REDIRECT SU STADIOTARDINI.IT

Stai per essere trasferito su StadioTardini.it spin-off di StadioTardini.com
Se il redirect non dovesse funzionare vai su http://www.stadiotardini.it
e aggiorna i tuoi segnalibri.

Blog Archive



NAVIGHIAMO ALLA PRAMZÀNA

Powered by Blogger.

Blog Archive

mercoledì 3 ottobre 2012

DA MISTER A MISTER / GROSSI: “IL MIO VOTO A DE JONG ERA 6, NON 8. E’ STATO UNO SPIACEVOLE REFUSO…”

La prima firma della Gazzetta di Parma a stadiotardini.com. “Anche mio figlio mi aveva fatto notare quel voto esageratamente alto, chiedendomi il perché. Ma è stato solo un errore di stampa…”

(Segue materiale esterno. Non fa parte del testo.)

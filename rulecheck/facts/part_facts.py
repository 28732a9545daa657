"""Facts of parts: what each element is, and what it is rated for."""

from collections import Counter

from rulecheck.facts.facts import Subject, Value
from rulecheck.facts.inputs import Inputs, stated_number, stated_range
from rulecheck.facts.terms import SubjectTerm, count, link, number, span_of, text, yes_no
from rulecheck.facts.written_value import written_value
from rulecheck.parts import Kind, Part
from rulecheck.values import Dimension, Span, Unknown

V, A = Dimension.VOLTAGE, Dimension.CURRENT

PART = SubjectTerm(
    "part",
    "One element of the netlist with what is known of it.",
    (
        text("kind", "Its kind as part data names it; `unknown` where nothing tells."),
        text("model", "Model, subcircuit or value text on the card."),
        text("role", "What it does in the stage: `switch`, `snubber`, `wire`, ..."),
        yes_no("understood", "Its kind is known and its card could be read."),
        yes_no("described", "It names no model, or a model card or part data says what that is."),
        yes_no("gated", "Some path through it follows a gate."),
        yes_no("power-device", "It is a semiconductor or switch with a power path."),
        count("pins", "How many pins it has."),
        text("written-unit", "The unit in its value as written; empty where there is none."),
        yes_no("unit-fits", "The unit in its value is that of its kind, or there is none."),
        yes_no("misleading-scale", "Its value is read otherwise than many would: `1M`, `1F`."),
        count("namesakes", "How many other elements have its name."),
        yes_no("shorted", "All its main pins are on one net."),
        yes_no("in-power-path", "It is a switch or branch of the power stage."),
        text("gate-net", "The net on its gate or base; empty where it has none."),
        number("resistance", Dimension.RESISTANCE, "Its value, where it is a resistor."),
        number("capacitance", Dimension.CAPACITANCE, "Its value, where it is a capacitor."),
        number("inductance", Dimension.INDUCTANCE, "Its value, where it is an inductor."),
        number("blocking", V, "Rated blocking voltage."),
        number("reverse-blocking", V, "Rated reverse blocking voltage."),
        number("current", A, "Rated current; of an inductor its saturation current."),
        number("peak-current", A, "Rated peak current."),
        span_of("gate-rating", V, "Rated gate voltage."),
        span_of("threshold", V, "Gate threshold voltage."),
        number("recovery-time", Dimension.TIME, "Reverse recovery time of its diode."),
        number("recovery-charge", Dimension.CHARGE, "Reverse recovery charge of its diode."),
        number("rated-voltage", V, "Rated voltage of a passive part, fuse or connector."),
        number("rated-power", Dimension.POWER, "Rated power."),
        text("dielectric", "Of a capacitor: `ceramic`, `film`, `electrolytic` or `tantalum`."),
    ),
    (
        link("positions", "position", "The positions that it is a device of."),
        link("nets", "net", "The nets that its pins are on."),
    ),
)

_NUMBERS = (
    ("blocking", "ratings.blocking"),
    ("reverse-blocking", "ratings.reverse-blocking"),
    ("current", "ratings.current"),
    ("peak-current", "ratings.peak-current"),
    ("recovery-time", "diode.recovery-time"),
    ("recovery-charge", "diode.recovery-charge"),
    ("rated-voltage", "ratings.voltage"),
    ("rated-power", "ratings.power"),
)
_RANGES = (("gate-rating", "ratings.gate"), ("threshold", "gate.threshold"))
_OF_KIND = (
    ("resistance", Kind.RESISTOR),
    ("capacitance", Kind.CAPACITOR),
    ("inductance", Kind.INDUCTOR),
)
_TWO_PINS = frozenset(
    {Kind.RESISTOR, Kind.CAPACITOR, Kind.INDUCTOR, Kind.VOLTAGE_SOURCE, Kind.CURRENT_SOURCE}
    | {Kind.FUSE, Kind.CIRCUIT_BREAKER, Kind.NTC, Kind.VARISTOR}
)


def collect(inputs: Inputs) -> tuple[Subject, ...]:
    """All parts, and the elements that could not be read as parts that are not understood."""
    parts = inputs.stage.parts.parts
    names = Counter(part.name.casefold() for part in parts)
    unread = [name for name in inputs.stage.parts.not_understood if name.casefold() not in names]
    unknown = {part.name for part in parts if part.kind is Kind.UNKNOWN}
    again = set(inputs.stage.parts.not_understood) - unknown - set(unread)
    names.update(name.casefold() for name in again)
    return (
        *(_part(inputs, part, names[part.name.casefold()] - 1) for part in parts),
        *(_unread(inputs, name) for name in unread),
    )


def _part(inputs: Inputs, part: Part, namesakes: int) -> Subject:
    written = written_value(part.kind, part.text)
    role = inputs.stage.roles.get(part.name)
    values: dict[str, Value] = {
        "kind": part.kind.value,
        "model": part.text,
        "role": role.value if role else "signal",
        "understood": part.kind is not Kind.UNKNOWN,
        "described": bool(part.named_by) or not _wants_model(part),
        "gated": part.gated,
        "power-device": bool(part.edges),
        "pins": float(len(part.pins)),
        "written-unit": written.unit,
        "unit-fits": written.fits,
        "misleading-scale": written.misleading,
        "namesakes": float(namesakes),
        "shorted": _shorted(part),
        "in-power-path": part.name in inputs.positions_of_part or part.name in inputs.branch_parts,
        "gate-net": next((p.net for p in part.pins if p.role in ("gate", "base")), ""),
        "dielectric": part.facts.get("ratings.dielectric") or part.missing("ratings.dielectric"),
        **{name: _value_of(part, kind) for name, kind in _OF_KIND},
        **{name: stated_number(part, path) for name, path in _NUMBERS},
        **{name: stated_range(part, path) for name, path in _RANGES},
    }
    nets = tuple(dict.fromkeys(part.nets))
    links = {"positions": inputs.positions_of_part.get(part.name, ()), "nets": nets}
    chain = part.instance_chain
    return Subject("part", part.name, values, links, (part.name,), nets, part.span, chain)


def _wants_model(part: Part) -> bool:
    """A device whose card names a model; parts of other kinds have a value or a part number."""
    return bool(part.edges) and bool(part.text)


def _value_of(part: Part, kind: Kind) -> Value:
    if part.kind is kind:
        return part.value
    return Unknown(f"{kind.value} value of {part.name}", f"a part of kind {kind.value}")


def _shorted(part: Part) -> bool:
    """Of parts with two main pins: both on one net."""
    if part.edges:
        return all(edge.tail == edge.head for edge in part.edges)
    return part.kind in _TWO_PINS and len(part.pins) > 1 and len(set(part.nets)) == 1


def _unread(inputs: Inputs, name: str) -> Subject:
    """An element whose card could not be read: nothing is known but that it is missing."""
    unknown = Unknown(f"the card of {name}", f"a card of {name} that can be read")
    values: dict[str, Value] = {term.name: unknown for term in PART.fields}
    values |= {"kind": "unknown", "understood": False}
    place = Span(inputs.stage.netlist, 1)
    return Subject("part", name, values, {"positions": (), "nets": ()}, (name,), (), place)
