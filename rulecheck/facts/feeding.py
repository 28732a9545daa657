"""Whose current passes a part that stands in a line: a port's, a position's or an inductor's.

    bank port - BAT_IN - XF1 - BAT - C1, L1        XF1 carries what the bank supplies
    M2 - S2 - R1 (1 mohm) - PGND                   R1 carries what M2 carries

Wires are followed on one side of the part; where one port, position or inductor alone stands
there, the part carries its current. Capacitors carry no mean current and are passed over.
"""

import math
from collections.abc import Iterator, Mapping

from rulecheck.demand import Derived
from rulecheck.facts.inputs import Inputs
from rulecheck.parts import Part, through_nets
from rulecheck.stage import BranchKind, Port, PortKind, Position, Role
from rulecheck.values import Interval, Unknown
from rulecheck.values.record import Record

Feeder = tuple[str, str]
"""`port`, `position` or `inductor`, and its name."""


class Heating(Record):
    """A current as a line part sees it: its peak, and its rms between two bounds; amperes."""

    peak: float
    rms_low: float
    rms_high: float


class Wires(Record):
    """Who is joined to a net as written by a wire, and which net a feeder stands at."""

    at: Mapping[str, tuple[tuple[str, str], ...]]
    """By net: (part, net behind it)."""
    feeders: Mapping[str, tuple[Feeder, ...]]
    """By net."""


def find_wires(inputs: Inputs) -> Wires:
    at: dict[str, list[tuple[str, str]]] = {}
    for part in inputs.stage.parts.parts:
        for first, second in wire_pairs(inputs, part):
            at.setdefault(first, []).append((part.name, second))
            at.setdefault(second, []).append((part.name, first))
    feeders: dict[str, dict[Feeder, None]] = {}
    for net, feeder in _feeders(inputs):
        feeders.setdefault(net, {})[feeder] = None
    return Wires(
        {net: tuple(found) for net, found in at.items()},
        {net: tuple(found) for net, found in feeders.items()},
    )


def wire_pairs(inputs: Inputs, part: Part) -> tuple[tuple[str, str], ...]:
    """The nets that a part joins as a wire; none where it is none."""
    if inputs.stage.roles.get(part.name) is not Role.WIRE:
        return ()
    return through_nets(part) or ((part.nets[0], part.nets[-1]),)


def _feeders(inputs: Inputs) -> Iterator[tuple[str, Feeder]]:
    spelled = {net.lower(): net for net in inputs.stage.merged}
    for port in inputs.stage.ports:
        for net in port.named_nets or port.nets:
            yield spelled.get(net.lower(), net), ("port", port.name)
    for position in inputs.stage.positions:
        for name in position.parts:
            for edge in inputs.part_by_name[name].edges:
                yield edge.tail, ("position", position.name)
                yield edge.head, ("position", position.name)
    wound = {name for transformer in inputs.stage.transformers for name in transformer.parts}
    carrying = {
        branch.part
        for branch in inputs.stage.branches
        if branch.part and branch.kind is not BranchKind.VOLTAGE
    }
    for name in sorted(carrying | wound):
        for net in inputs.part_by_name[name].nets:
            yield net, ("inductor", name)


def sole_feeder(wires: Wires, part: str, start: str) -> Feeder | None:
    """The one feeder on that side of the part; None where there is none or more than one."""
    found: set[Feeder] = set()
    seen = {start}
    waiting = [start]
    while waiting and len(found) < 2:
        net = waiting.pop()
        found |= set(wires.feeders.get(net, ()))
        for name, behind in wires.at.get(net, ()):
            if name != part and behind not in seen:
                seen.add(behind)
                waiting.append(behind)
    return next(iter(found)) if len(found) == 1 else None


def feeders_of(wires: Wires, inputs: Inputs, part: Part) -> tuple[Feeder, ...]:
    """The sole feeders on each side of each wire of the part, each once."""
    sides = (net for pair in wire_pairs(inputs, part) for net in pair)
    found = (sole_feeder(wires, part.name, net) for net in sides)
    return tuple(dict.fromkeys(feeder for feeder in found if feeder is not None))


def heating_of(inputs: Inputs, feeder: Feeder) -> Heating | Unknown:
    """Peak and rms of the feeder's current."""
    kind, name = feeder
    if kind == "port":
        port = next(port for port in inputs.stage.ports if port.name == name)
        return _of_port(inputs, port)
    if kind == "position":
        return _of_position(inputs, inputs.position_by_name[name])
    return _of_inductor(inputs, name)


def port_current(inputs: Inputs, port: Port) -> Interval | Unknown:
    """Mean or amplitude of a port's current, as stated or as derived."""
    if port.current is not None:
        return port.current
    derived = inputs.variable_by_name.get(f"i({port.name})")
    settle = f"ports: {{{port.name}: {{draws: ...}}}}"
    return derived.range if derived else Unknown(f"current of port {port.name}", settle)


def _of_port(inputs: Inputs, port: Port) -> Heating | Unknown:
    span = port_current(inputs, port)
    if isinstance(span, Unknown):
        return span
    if not span.bounded:
        return Unknown(f"current of port {port.name}", f"ports: {{{port.name}: {{draws: ...}}}}")
    peak = span.magnitude
    rms = peak if port.kind is PortKind.DC else peak / math.sqrt(2.0)
    return Heating(peak, rms, rms)


def _of_position(inputs: Inputs, position: Position) -> Heating | Unknown:
    """A position of a leg that makes a sine carries half the amplitude as rms, whatever the
    modulation: transistor and diode together, integrated over a cycle (Mohan, Undeland and
    Robbins, Power Electronics, ch. 8, from memory; confirmed by integration)."""
    span = inputs.demands.positions[position.name].on_current
    if isinstance(span, Unknown):
        return span
    if not span.bounded:
        return Unknown(f"current of {position.name}", "the currents of the ports")
    peak = span.magnitude
    if _makes_a_sine(inputs, position):
        return Heating(peak, peak / 2.0, peak / 2.0)
    waves = inputs.demands.waveforms.positions.get(position.name)
    return _with_rms(peak, waves.rms if waves else None)


def _with_rms(peak: float, derived: Derived | None) -> Heating:
    """The worst rms over all operating points, as far as it is known."""
    if derived is None or isinstance(derived.range, Unknown) or not derived.range.bounded:
        return Heating(peak, 0.0, peak)
    high = derived.range.high
    return Heating(peak, derived.range.low if derived.missing else high, high)


def _makes_a_sine(inputs: Inputs, position: Position) -> bool:
    alternating = {
        net
        for port in inputs.stage.ports
        if port.kind is not PortKind.DC and port.voltage is None
        for net in port.nets
    }
    legs = inputs.legs_of_position.get(position.name, ())
    return any(leg.midpoint in alternating for leg in inputs.demands.legs if leg.name in legs)


def _of_inductor(inputs: Inputs, name: str) -> Heating | Unknown:
    """rms squared is mean squared and a third of the half ripple squared (a triangle)."""
    variable = inputs.variable_by_name.get(f"i({name})")
    settle = f"set: {{{name}: {{current: [LOW, HIGH]}}}}"
    if variable is None:
        return Unknown(f"current of {name}", settle)
    if isinstance(variable.range, Unknown):
        return variable.range
    if not variable.range.bounded:
        return Unknown(f"current of {name}", settle)
    peak = variable.range.magnitude
    if not math.isfinite(variable.ripple):
        return Heating(peak, 0.0, peak)
    mean = max(peak - variable.ripple, 0.0)
    rms = math.sqrt(mean**2 + variable.ripple**2 / 3.0)
    return Heating(peak, rms if variable.ripple else 0.0, rms if variable.ripple else peak)
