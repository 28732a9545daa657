"""What the devices and drivers of a leg do to its timing: interlock, delays, switching times."""

from collections.abc import Iterable, Sequence

from rulecheck.demand import Leg
from rulecheck.facts.inputs import Inputs, stated_range
from rulecheck.parts import Datum, Part
from rulecheck.stage import DrivenBy, DriveOutput
from rulecheck.values import Interval, Unknown
from rulecheck.values.record import Record

_WITH_DATA = (DrivenBy.DRIVER, DrivenBy.MODULE)
_NO_OUTPUT = DriveOutput(DrivenBy.NOTHING, "", "", "")


class LegDrivers(Record):
    """Of a leg's gated devices and of what drives them; seconds."""

    devices: tuple[str, ...]
    interlock: bool | Unknown
    """One driver serves both sides and never turns both on."""
    built_in_dead_time: float | Unknown | None
    """The least that a driver of both sides keeps by itself; None where it keeps none."""
    switching_spread: float | Unknown
    """Longest turn-off minus shortest turn-on of the devices."""
    delay_spread: float | Unknown
    """Longest minus shortest delay of the drivers."""


def gated_devices(inputs: Inputs, positions: Iterable[str]) -> tuple[str, ...]:
    names = inputs.parts_of_positions(positions)
    return tuple(name for name in names if inputs.part_by_name[name].gated)


def drivers_of(inputs: Inputs, leg: Leg) -> LegDrivers:
    """The leg's devices and drivers, each figure at its worst."""
    high, low = gated_devices(inputs, leg.high), gated_devices(inputs, leg.low)
    others = gated_devices(inputs, leg.others)
    devices = tuple(dict.fromkeys((*high, *low, *others)))
    outputs = [output_of(inputs, name) for name in devices]
    return LegDrivers(
        devices,
        _interlock(inputs, leg, high, low, others),
        _built_in(inputs, high, low),
        _spread(inputs, devices, "gate.turn-off", "gate.turn-on"),
        _delay_spread(inputs, leg, outputs),
    )


def output_of(inputs: Inputs, device: str) -> DriveOutput:
    """What commands the device's gate."""
    pins = inputs.part_by_name[device].pins
    gates = [inputs.merged(p.net) for p in pins if p.role in ("gate", "base", "control-plus")]
    drive = inputs.stage.gate_drives.get(gates[0]) if gates else None
    return drive.output if drive is not None else _NO_OUTPUT


def _common_driver(inputs: Inputs, high: Sequence[str], low: Sequence[str]) -> Part | None:
    """The one driver that serves all of them."""
    outputs = [output_of(inputs, name) for name in (*high, *low)]
    names = {output.part for output in outputs}
    if len(names) != 1 or not high or not low or outputs[0].by not in _WITH_DATA:
        return None
    return inputs.part_by_name.get(outputs[0].part)


def _interlock(
    inputs: Inputs, leg: Leg, high: Sequence[str], low: Sequence[str], others: Sequence[str]
) -> bool | Unknown:
    driver = None if others else _common_driver(inputs, high, low)
    unknown = Unknown(
        f"interlock of leg {leg.name}", f"drivers of {', '.join((*high, *low))} (kind: driver)"
    )
    if driver is None:
        apart = [output_of(inputs, name) for name in (*high, *low, *others)]
        single = all(output.by in (DrivenBy.DRIVER, DrivenBy.SOURCE) for output in apart)
        return False if apart and single else unknown
    if not isinstance(driver.datum("driver.dead-time"), Unknown):
        return True
    stated = driver.facts.get("driver.interlock")
    if stated is not None:
        return stated == "true"
    if driver.net("input") is not None and driver.net("output-low") is not None:
        return True
    return driver.missing("driver.interlock")


def _built_in(inputs: Inputs, high: Sequence[str], low: Sequence[str]) -> float | Unknown | None:
    driver = _common_driver(inputs, high, low)
    if driver is None:
        return None
    datum = driver.datum("driver.dead-time")
    if isinstance(datum, Datum):
        return datum.value.low if isinstance(datum.value, Interval) else datum.value
    keeps = driver.facts.get("driver.interlock") == "true" or driver.net("input") is not None
    return datum if keeps else None


def _spread(inputs: Inputs, devices: Sequence[str], longest: str, shortest: str) -> float | Unknown:
    """The longest of one time minus the shortest of another, over all devices."""
    parts = [inputs.part_by_name[name] for name in devices]
    slow = [stated_range(part, longest) for part in parts]
    fast = [stated_range(part, shortest) for part in parts]
    missing = [item for item in (*slow, *fast) if isinstance(item, Unknown)]
    if missing or not parts:
        return _all_of("switching times", missing)
    highest = max(item.high for item in slow if isinstance(item, Interval))
    return highest - min(item.low for item in fast if isinstance(item, Interval))


def _delay_spread(inputs: Inputs, leg: Leg, outputs: Iterable[DriveOutput]) -> float | Unknown:
    """Over all drivers; a source at the gate itself has no delay."""
    delays: list[Interval] = []
    missing: list[Unknown] = []
    for output in dict.fromkeys(outputs):
        if output.by is DrivenBy.SOURCE:
            delays.append(Interval(0.0, 0.0))
            continue
        part = inputs.part_by_name.get(output.part) if output.by in _WITH_DATA else None
        if part is None:
            settle = f"drivers of leg {leg.name} (kind: driver)"
            missing.append(Unknown(f"delays of the drivers of leg {leg.name}", settle))
            continue
        delay = stated_range(part, "driver.delay")
        if isinstance(delay, Interval):
            delays.append(delay)
        elif isinstance(delay, Unknown):
            missing.append(delay)
    if missing or not delays:
        return _all_of("delays", missing)
    return max(d.high for d in delays) - min(d.low for d in delays)


def _all_of(what: str, missing: Iterable[Unknown]) -> Unknown:
    missing = tuple(dict.fromkeys(missing))
    if not missing:
        return Unknown(what, "part data of the devices")
    return Unknown(
        " and ".join(item.what for item in missing),
        " and ".join(dict.fromkeys(item.settle for item in missing)),
    )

tabellino parma milan gdp 30 09 2012(gmajo) – Al Mister di stadiotardini.com piace avere la panchina a rischio ed esser messo sulla graticola. E beato lui che il suo presidente non è un piccolo/grosso emulo di Zamparini (e visto che è pure tristemente di moda ci infilerei pure Cellino…), così riesce a mantenersi l’ambito posto, nonostante la penultima analisi fosse lucida fino lì e ora pure nonostante lo sfiorato incidente diplomatico con il suo alter ego UPI, vale a dire Paolo Grossi, da lui bacchettato, nottetempo, per aver gratificato addirittura con un 8 il rossonero De Jong, tra l’altro colpevole in occasione della velenosa punizione di Galloppa. Non so se sia stato il lapidario giudizio che accompagnava la spropositata votazione a De Jong a trarlo in inganno (“E’ l’erede di Van Bommel”) e a fargli credere che davvero Grossi lo avesse visto come migliore in campo, però – e qui sta la sua colpa – non aveva fatto, prima di mettersi a comporre l’intemerata, un controllo incrociato tra i voti della grafica della Gazzetta di Parma e quelli un po’ più piccoli (e lui, beato, non è ancora presbite…) proposti nel tabellino (vedi immagine sopra). Li si vede come il mister della GdP (anche Grossi è patentato, sia pure non al Supercorso di Coverciano…) avesse valutato correttamente, con una semplice mediocre sufficienza, il mediano di Allegri. Nella grafica, invece, c’è stato il classico diavoletto (del resto si giocava col Milan…) che infesta redazioni e tipografie a metterci mano e ad alzare in maniera esagerata la votazione fino a portarla all’eccellenza di un otto in effetti immeritato…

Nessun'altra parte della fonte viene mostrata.